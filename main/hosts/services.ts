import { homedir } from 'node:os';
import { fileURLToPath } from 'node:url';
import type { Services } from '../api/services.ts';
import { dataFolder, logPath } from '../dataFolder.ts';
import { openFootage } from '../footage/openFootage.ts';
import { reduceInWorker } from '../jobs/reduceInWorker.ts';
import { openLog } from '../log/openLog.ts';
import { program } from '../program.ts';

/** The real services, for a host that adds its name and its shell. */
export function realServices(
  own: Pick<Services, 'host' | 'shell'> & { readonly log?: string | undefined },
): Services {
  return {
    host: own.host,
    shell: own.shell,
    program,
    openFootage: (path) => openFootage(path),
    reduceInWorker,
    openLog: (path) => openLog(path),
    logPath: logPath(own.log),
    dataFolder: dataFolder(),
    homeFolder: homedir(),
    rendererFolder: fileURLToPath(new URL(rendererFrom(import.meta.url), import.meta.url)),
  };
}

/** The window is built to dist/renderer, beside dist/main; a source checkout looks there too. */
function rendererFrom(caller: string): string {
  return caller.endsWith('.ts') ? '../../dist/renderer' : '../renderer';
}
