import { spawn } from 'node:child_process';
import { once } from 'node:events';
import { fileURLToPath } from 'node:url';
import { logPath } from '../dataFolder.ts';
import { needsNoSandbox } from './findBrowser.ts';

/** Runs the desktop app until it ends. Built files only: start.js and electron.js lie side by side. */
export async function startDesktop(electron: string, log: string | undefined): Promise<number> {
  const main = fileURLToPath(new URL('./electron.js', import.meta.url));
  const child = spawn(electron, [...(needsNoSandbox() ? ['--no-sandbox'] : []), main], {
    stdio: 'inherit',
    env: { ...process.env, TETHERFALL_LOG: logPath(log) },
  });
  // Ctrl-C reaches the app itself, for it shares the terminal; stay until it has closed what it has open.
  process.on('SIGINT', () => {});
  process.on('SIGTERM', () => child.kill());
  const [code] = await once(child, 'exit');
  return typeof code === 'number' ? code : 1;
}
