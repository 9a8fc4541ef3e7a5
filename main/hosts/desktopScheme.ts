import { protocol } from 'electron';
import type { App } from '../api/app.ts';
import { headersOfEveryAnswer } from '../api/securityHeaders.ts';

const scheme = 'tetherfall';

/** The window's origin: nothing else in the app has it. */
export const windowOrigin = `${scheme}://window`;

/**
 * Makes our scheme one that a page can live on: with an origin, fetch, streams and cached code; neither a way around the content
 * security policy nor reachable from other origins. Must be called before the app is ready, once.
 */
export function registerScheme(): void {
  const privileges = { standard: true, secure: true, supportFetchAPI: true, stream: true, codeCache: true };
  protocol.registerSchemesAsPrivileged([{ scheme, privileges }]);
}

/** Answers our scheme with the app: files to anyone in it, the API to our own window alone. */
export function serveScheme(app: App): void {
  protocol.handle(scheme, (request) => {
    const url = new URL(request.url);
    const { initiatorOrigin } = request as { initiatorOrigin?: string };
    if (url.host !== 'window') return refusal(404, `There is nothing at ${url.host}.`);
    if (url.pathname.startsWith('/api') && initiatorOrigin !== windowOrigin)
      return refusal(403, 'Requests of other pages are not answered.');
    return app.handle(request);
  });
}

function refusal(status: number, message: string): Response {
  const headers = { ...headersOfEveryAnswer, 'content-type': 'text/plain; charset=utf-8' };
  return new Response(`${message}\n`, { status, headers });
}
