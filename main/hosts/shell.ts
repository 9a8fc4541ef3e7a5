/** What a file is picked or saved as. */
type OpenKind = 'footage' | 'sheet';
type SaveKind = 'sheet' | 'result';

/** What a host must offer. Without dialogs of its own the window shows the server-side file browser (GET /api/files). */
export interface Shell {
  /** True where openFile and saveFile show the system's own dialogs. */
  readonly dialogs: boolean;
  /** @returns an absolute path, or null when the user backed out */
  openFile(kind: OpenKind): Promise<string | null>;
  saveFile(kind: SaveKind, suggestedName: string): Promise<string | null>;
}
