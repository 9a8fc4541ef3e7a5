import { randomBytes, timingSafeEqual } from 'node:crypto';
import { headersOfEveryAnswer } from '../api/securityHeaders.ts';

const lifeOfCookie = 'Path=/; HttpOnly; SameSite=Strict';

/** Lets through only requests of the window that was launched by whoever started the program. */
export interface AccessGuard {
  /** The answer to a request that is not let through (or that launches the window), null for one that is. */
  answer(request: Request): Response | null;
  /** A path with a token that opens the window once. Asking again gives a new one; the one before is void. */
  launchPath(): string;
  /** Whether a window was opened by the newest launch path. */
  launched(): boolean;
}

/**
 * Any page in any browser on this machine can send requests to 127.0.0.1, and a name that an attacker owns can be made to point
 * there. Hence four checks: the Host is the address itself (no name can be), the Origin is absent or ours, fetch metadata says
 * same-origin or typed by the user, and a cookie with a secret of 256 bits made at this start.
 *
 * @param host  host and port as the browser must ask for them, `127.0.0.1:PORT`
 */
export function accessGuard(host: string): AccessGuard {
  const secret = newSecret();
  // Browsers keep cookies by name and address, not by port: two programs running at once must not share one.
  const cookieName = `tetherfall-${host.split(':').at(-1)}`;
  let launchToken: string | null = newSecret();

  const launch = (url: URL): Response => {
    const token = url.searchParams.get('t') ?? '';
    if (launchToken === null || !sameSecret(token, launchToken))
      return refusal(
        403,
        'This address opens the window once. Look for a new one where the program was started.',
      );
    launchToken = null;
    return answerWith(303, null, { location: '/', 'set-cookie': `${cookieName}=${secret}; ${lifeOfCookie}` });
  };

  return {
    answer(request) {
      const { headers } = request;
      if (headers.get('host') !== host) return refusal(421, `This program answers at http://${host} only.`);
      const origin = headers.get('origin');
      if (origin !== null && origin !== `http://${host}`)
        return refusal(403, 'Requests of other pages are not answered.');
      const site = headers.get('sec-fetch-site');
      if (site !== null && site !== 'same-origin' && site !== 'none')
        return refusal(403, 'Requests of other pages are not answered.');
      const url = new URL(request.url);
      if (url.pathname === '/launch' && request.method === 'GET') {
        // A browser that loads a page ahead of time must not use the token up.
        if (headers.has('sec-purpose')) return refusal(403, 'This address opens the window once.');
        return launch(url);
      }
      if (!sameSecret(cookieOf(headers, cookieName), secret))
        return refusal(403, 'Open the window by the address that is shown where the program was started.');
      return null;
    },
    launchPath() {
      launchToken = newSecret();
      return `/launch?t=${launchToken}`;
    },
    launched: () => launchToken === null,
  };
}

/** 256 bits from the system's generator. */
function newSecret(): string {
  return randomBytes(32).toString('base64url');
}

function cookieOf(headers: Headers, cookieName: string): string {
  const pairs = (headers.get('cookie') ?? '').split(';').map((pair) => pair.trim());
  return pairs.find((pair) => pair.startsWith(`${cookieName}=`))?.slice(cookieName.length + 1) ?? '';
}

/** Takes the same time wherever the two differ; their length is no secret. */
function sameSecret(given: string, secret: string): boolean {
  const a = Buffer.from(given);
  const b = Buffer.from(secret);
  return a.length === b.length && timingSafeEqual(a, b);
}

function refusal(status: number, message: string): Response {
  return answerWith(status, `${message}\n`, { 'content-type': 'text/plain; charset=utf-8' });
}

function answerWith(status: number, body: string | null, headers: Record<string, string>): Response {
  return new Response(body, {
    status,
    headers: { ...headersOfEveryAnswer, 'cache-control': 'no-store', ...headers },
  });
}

---

*Work instructions*
Filter the material for the word "content" and copy each matching line.

*Task result*
 * Makes our scheme one that a page can live on: with an origin, fetch, streams and cached code; neither a way around the content
  const headers = { ...headersOfEveryAnswer, 'content-type': 'text/plain; charset=utf-8' };
  return answerWith(status, `${message}\n`, { 'content-type': 'text/plain; charset=utf-8' });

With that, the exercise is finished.